● Task prompt: Go through the records below and restate each one word for word.

● Stored data:
──────────
"""``corepace schema``: the JSON Schema of scenario files."""

from __future__ import annotations

import argparse
import json
import sys
from pathlib import Path

from optimizer.cli.common import EXIT_OK, prepare_out
from optimizer.cli.options import Formatter, add_common
from optimizer.cli.terminal import Ui
from optimizer.reporting import export
from optimizer.scenario.models import scenario_json_schema

__all__ = ["add_parser", "cmd_schema"]


def add_parser(subparsers: argparse._SubParsersAction) -> argparse.ArgumentParser:
    """Add ``corepace schema`` to the command's subparsers."""
    p = subparsers.add_parser(
        "schema",
        help="JSON Schema of scenario files",
        description="Print the JSON Schema of scenario files (or write "
        "scenario.schema.json into --out).",
        epilog="examples:\n  corepace schema > scenario.schema.json\n"
        "  corepace schema --out schemas\n",
        formatter_class=Formatter,
    )
    add_common(p)
    p.set_defaults(func=cmd_schema)
    return p


def cmd_schema(args: argparse.Namespace, ui: Ui) -> int:
    """``corepace schema``: the JSON Schema of scenario files."""
    schema = scenario_json_schema()
    text = json.dumps(schema, indent=2, ensure_ascii=False) + "\n"
    if args.out:
        target = prepare_out(Path(args.out))
        path = export.atomic_write_text(target / "scenario.schema.json", text)
        ui.emit_json({"file": str(path), "schema": schema})
        ui.result(f"wrote {path}")
    else:
        sys.stdout.write(text)
    return EXIT_OK
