Both are vectorised over temperature and precompute what they can at
construction, so that a numerical enthalpy solver can call them on thousands
of cells per step: enthalpy and apparent specific heat are closed-form
polynomials in t (half-integer powers in the water term above 0 °C, a
logarithm below freezing), and the inverse
``temperature_from_enthalpy`` interpolates a fine monotone table built once
per instance.

Range: the Choi–Okos equations are fitted for -40 to 150 °C. Outside that
range every component property is held at the value at the nearest end of the
range and the enthalpy continues linearly with the end specific heat, so that
``d(enthalpy)/dT == specific_heat`` everywhere. Temperatures at or below
absolute zero are refused.

References
----------
.. [1] Choi, Y. and Okos, M. R. (1986). Effects of temperature and composition
   on the thermal properties of foods. In: Le Maguer, M. and Jelen, P. (eds.),
   *Food Engineering and Process Applications*, Vol. 1, pp. 93-101. Elsevier
   Applied Science, London.
.. [2] ASHRAE Handbook — Refrigeration, chapter "Thermal Properties of Foods"
   (component equations, Table 1; mixture rules for density, specific heat
   and conductivity; ice fraction; latent heat 333.6 kJ/kg).
.. [3] Schwartzberg, H. G. (1976). Effective heat capacities for the freezing
   and thawing of food. *Journal of Food Science* 41(1), 152-156 (ice
   fraction with bound water; bound water about 0.4 x protein, as quoted in
   [2]).
.. [4] Pham, Q. T. (1996). Prediction of calorimetric properties and freezing
   time of foods from composition data. *Journal of Food Engineering* 30,
   95-107 (initial freezing point from composition).
.. [5] Maxwell, J. C. (1873). *A Treatise on Electricity and Magnetism*;
   Eucken, A. (1940). Allgemeine Gesetzmäßigkeiten für das Wärmeleitvermögen
   verschiedener Stoffarten und Aggregatzustände. *Forschung auf dem Gebiete
   des Ingenieurwesens* 11, 6-20 (Maxwell–Eucken model, as given in [2]).
.. [6] Popiel, C. O. and Wojtkowiak, J. (1998). Simple formulas for
   thermophysical properties of liquid water for heat transfer calculations
   (from 0 °C to 150 °C). *Heat Transfer Engineering* 19(3), 87-101
   (specific heat of saturated liquid water, fitted to IAPWS data).
.. [7] Ramires, M. L. V., Nieto de Castro, C. A., Nagasaka, Y., Nagashima,
   A., Assael, M. J. and Wakeham, W. A. (1995). Standard reference data for
   the thermal conductivity of water. *Journal of Physical and Chemical
   Reference Data* 24(3), 1377-1381 (liquid water at 0.1 MPa, 274-370 K).
"""

from __future__ import annotations

from collections.abc import Callable, Mapping
from dataclasses import dataclass, field, fields
from typing import Protocol, runtime_checkable

import numpy as np
from numpy.typing import ArrayLike, NDArray

from thermal._checks import as_float_array, in_range, positive, temperature_c
from thermal.errors import ThermalInputError

FloatArray = NDArray[np.float64]

T_LOW = -40.0
"""Lower end of the Choi–Okos fitting range and enthalpy reference [°C]."""
T_HIGH = 150.0
"""Upper end of the Choi–Okos fitting range [°C]."""
LATENT_HEAT_ICE = 333.6e3
"""Latent heat of fusion of water at 0 °C [J/kg] (ASHRAE, Thermal Properties of Foods)."""
BOUND_WATER_PER_PROTEIN = 0.4
"""Bound (unfreezable) water per kg of protein [-], Schwartzberg (1976) as quoted by ASHRAE."""
SUM_TOLERANCE = 1e-3
"""Accepted deviation of the sum of mass fractions from 1 [-]."""
MIN_DEPRESSION = 0.01
"""Smallest freezing-point depression used [K].
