"""``corepace validate SCENARIO``: check a scenario file and list every problem."""

from __future__ import annotations

import argparse

from optimizer.cli.common import EXIT_OK, load
from optimizer.cli.options import Formatter, add_common, add_scenario_options
from optimizer.cli.terminal import Ui
from optimizer.scenario.models import Scenario

__all__ = ["add_parser", "cmd_validate"]


def add_parser(subparsers: argparse._SubParsersAction) -> argparse.ArgumentParser:
    """Add ``corepace validate`` to the command's subparsers."""
    p = subparsers.add_parser(
        "validate",
        help="check a scenario file and list every problem",
        description="Check a scenario file; list every problem, one line each (exit 2 if any).",
        epilog="example:\n  corepace validate configs/demo.yaml\n",
        formatter_class=Formatter,
    )
    p.add_argument("scenario", metavar="SCENARIO", help="scenario file (.yaml/.yml/.json)")
    add_scenario_options(p)
    add_common(p, out=False)
    p.set_defaults(func=cmd_validate)
    return p


def cmd_validate(args: argparse.Namespace, ui: Ui) -> int:
    """``corepace validate SCENARIO``: check a scenario file."""
    scenario = load(args.scenario, args)
    summary = _scenario_summary(scenario)
    ui.emit_json({"scenario": args.scenario, "valid": True, "problems": [], **summary})
    parts = ", ".join(f"{v} {k}" for k, v in summary.items())
    ui.result(f"{args.scenario}: valid ({parts})" if parts else f"{args.scenario}: valid")
    return EXIT_OK


def _scenario_summary(scenario: Scenario) -> dict[str, int]:
    counts = {}
    for name in ("products", "ovens", "tunnels", "shifts", "orders"):
        items = getattr(scenario, name, None)
        if items is not None:
            try:
                counts[name] = len(items)
            except TypeError:
                continue
    return counts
──────────
● Answer to this problem:
"""``corepace schema``: the JSON Schema of scenario files."""

from __future__ import annotations

import argparse
import json
import sys
from pathlib import Path

from optimizer.cli.common import EXIT_OK, prepare_out
from optimizer.cli.options import Formatter, add_common
from optimizer.cli.terminal import Ui
from optimizer.reporting import export
from optimizer.scenario.models import scenario_json_schema

__all__ = ["add_parser", "cmd_schema"]


def add_parser(subparsers: argparse._SubParsersAction) -> argparse.ArgumentParser:
    """Add ``corepace schema`` to the command's subparsers."""
    p = subparsers.add_parser(
        "schema",
        help="JSON Schema of scenario files",
        description="Print the JSON Schema of scenario files (or write "
        "scenario.schema.json into --out).",
        epilog="examples:\n  corepace schema > scenario.schema.json\n"
        "  corepace schema --out schemas\n",
        formatter_class=Formatter,
    )
    add_common(p)
    p.set_defaults(func=cmd_schema)
    return p


def cmd_schema(args: argparse.Namespace, ui: Ui) -> int:
    """``corepace schema``: the JSON Schema of scenario files."""
    schema = scenario_json_schema()
    text = json.dumps(schema, indent=2, ensure_ascii=False) + "\n"
    if args.out:
        target = prepare_out(Path(args.out))
        path = export.atomic_write_text(target / "scenario.schema.json", text)
        ui.emit_json({"file": str(path), "schema": schema})
        ui.result(f"wrote {path}")
    else:
        sys.stdout.write(text)
    return EXIT_OK
Both are vectorised over temperature and precompute what they can at
construction, so that a numerical enthalpy solver can call them on thousands
of cells per step: enthalpy and apparent specific heat are closed-form
polynomials in t (half-integer powers in the water term above 0 °C, a
logarithm below freezing), and the inverse
``temperature_from_enthalpy`` interpolates a fine monotone table built once
per instance.

Range: the Choi–Okos equations are fitted for -40 to 150 °C. Outside that
range every component property is held at the value at the nearest end of the
range and the enthalpy continues linearly with the end specific heat, so that
``d(enthalpy)/dT == specific_heat`` everywhere. Temperatures at or below
absolute zero are refused.

References
----------
.. [1] Choi, Y. and Okos, M. R. (1986). Effects of temperature and composition
   on the thermal properties of foods. In: Le Maguer, M. and Jelen, P. (eds.),
   *Food Engineering and Process Applications*, Vol. 1, pp. 93-101. Elsevier
   Applied Science, London.
.. [2] ASHRAE Handbook — Refrigeration, chapter "Thermal Properties of Foods"
   (component equations, Table 1; mixture rules for density, specific heat
   and conductivity; ice fraction; latent heat 333.6 kJ/kg).
.. [3] Schwartzberg, H. G. (1976). Effective heat capacities for the freezing
   and thawing of food. *Journal of Food Science* 41(1), 152-156 (ice
   fraction with bound water; bound water about 0.4 x protein, as quoted in
   [2]).
.. [4] Pham, Q. T. (1996). Prediction of calorimetric properties and freezing
   time of foods from composition data. *Journal of Food Engineering* 30,
   95-107 (initial freezing point from composition).
.. [5] Maxwell, J. C. (1873). *A Treatise on Electricity and Magnetism*;
   Eucken, A. (1940). Allgemeine Gesetzmäßigkeiten für das Wärmeleitvermögen
   verschiedener Stoffarten und Aggregatzustände. *Forschung auf dem Gebiete
   des Ingenieurwesens* 11, 6-20 (Maxwell–Eucken model, as given in [2]).
.. [6] Popiel, C. O. and Wojtkowiak, J. (1998). Simple formulas for
   thermophysical properties of liquid water for heat transfer calculations
   (from 0 °C to 150 °C). *Heat Transfer Engineering* 19(3), 87-101
   (specific heat of saturated liquid water, fitted to IAPWS data).
.. [7] Ramires, M. L. V., Nieto de Castro, C. A., Nagasaka, Y., Nagashima,
   A., Assael, M. J. and Wakeham, W. A. (1995). Standard reference data for
   the thermal conductivity of water. *Journal of Physical and Chemical
   Reference Data* 24(3), 1377-1381 (liquid water at 0.1 MPa, 274-370 K).
"""

from __future__ import annotations

from collections.abc import Callable, Mapping
from dataclasses import dataclass, field, fields
from typing import Protocol, runtime_checkable

import numpy as np
from numpy.typing import ArrayLike, NDArray

from thermal._checks import as_float_array, in_range, positive, temperature_c
from thermal.errors import ThermalInputError

FloatArray = NDArray[np.float64]

T_LOW = -40.0
"""Lower end of the Choi–Okos fitting range and enthalpy reference [°C]."""
T_HIGH = 150.0
"""Upper end of the Choi–Okos fitting range [°C]."""
LATENT_HEAT_ICE = 333.6e3
"""Latent heat of fusion of water at 0 °C [J/kg] (ASHRAE, Thermal Properties of Foods)."""
BOUND_WATER_PER_PROTEIN = 0.4
"""Bound (unfreezable) water per kg of protein [-], Schwartzberg (1976) as quoted by ASHRAE."""
SUM_TOLERANCE = 1e-3
"""Accepted deviation of the sum of mass fractions from 1 [-]."""
MIN_DEPRESSION = 0.01
"""Smallest freezing-point depression used [K].
"""``corepace validate SCENARIO``: check a scenario file and list every problem."""

from __future__ import annotations

import argparse

from optimizer.cli.common import EXIT_OK, load
from optimizer.cli.options import Formatter, add_common, add_scenario_options
from optimizer.cli.terminal import Ui
from optimizer.scenario.models import Scenario

__all__ = ["add_parser", "cmd_validate"]


def add_parser(subparsers: argparse._SubParsersAction) -> argparse.ArgumentParser:
    """Add ``corepace validate`` to the command's subparsers."""
    p = subparsers.add_parser(
        "validate",
        help="check a scenario file and list every problem",
        description="Check a scenario file; list every problem, one line each (exit 2 if any).",
        epilog="example:\n  corepace validate configs/demo.yaml\n",
        formatter_class=Formatter,
    )
    p.add_argument("scenario", metavar="SCENARIO", help="scenario file (.yaml/.yml/.json)")
    add_scenario_options(p)
    add_common(p, out=False)
    p.set_defaults(func=cmd_validate)
    return p


def cmd_validate(args: argparse.Namespace, ui: Ui) -> int:
    """``corepace validate SCENARIO``: check a scenario file."""
    scenario = load(args.scenario, args)
    summary = _scenario_summary(scenario)
    ui.emit_json({"scenario": args.scenario, "valid": True, "problems": [], **summary})
    parts = ", ".join(f"{v} {k}" for k, v in summary.items())
    ui.result(f"{args.scenario}: valid ({parts})" if parts else f"{args.scenario}: valid")
    return EXIT_OK


def _scenario_summary(scenario: Scenario) -> dict[str, int]:
    counts = {}
    for name in ("products", "ovens", "tunnels", "shifts", "orders"):
        items = getattr(scenario, name, None)
        if items is not None:
            try:
                counts[name] = len(items)
            except TypeError:
                continue
    return counts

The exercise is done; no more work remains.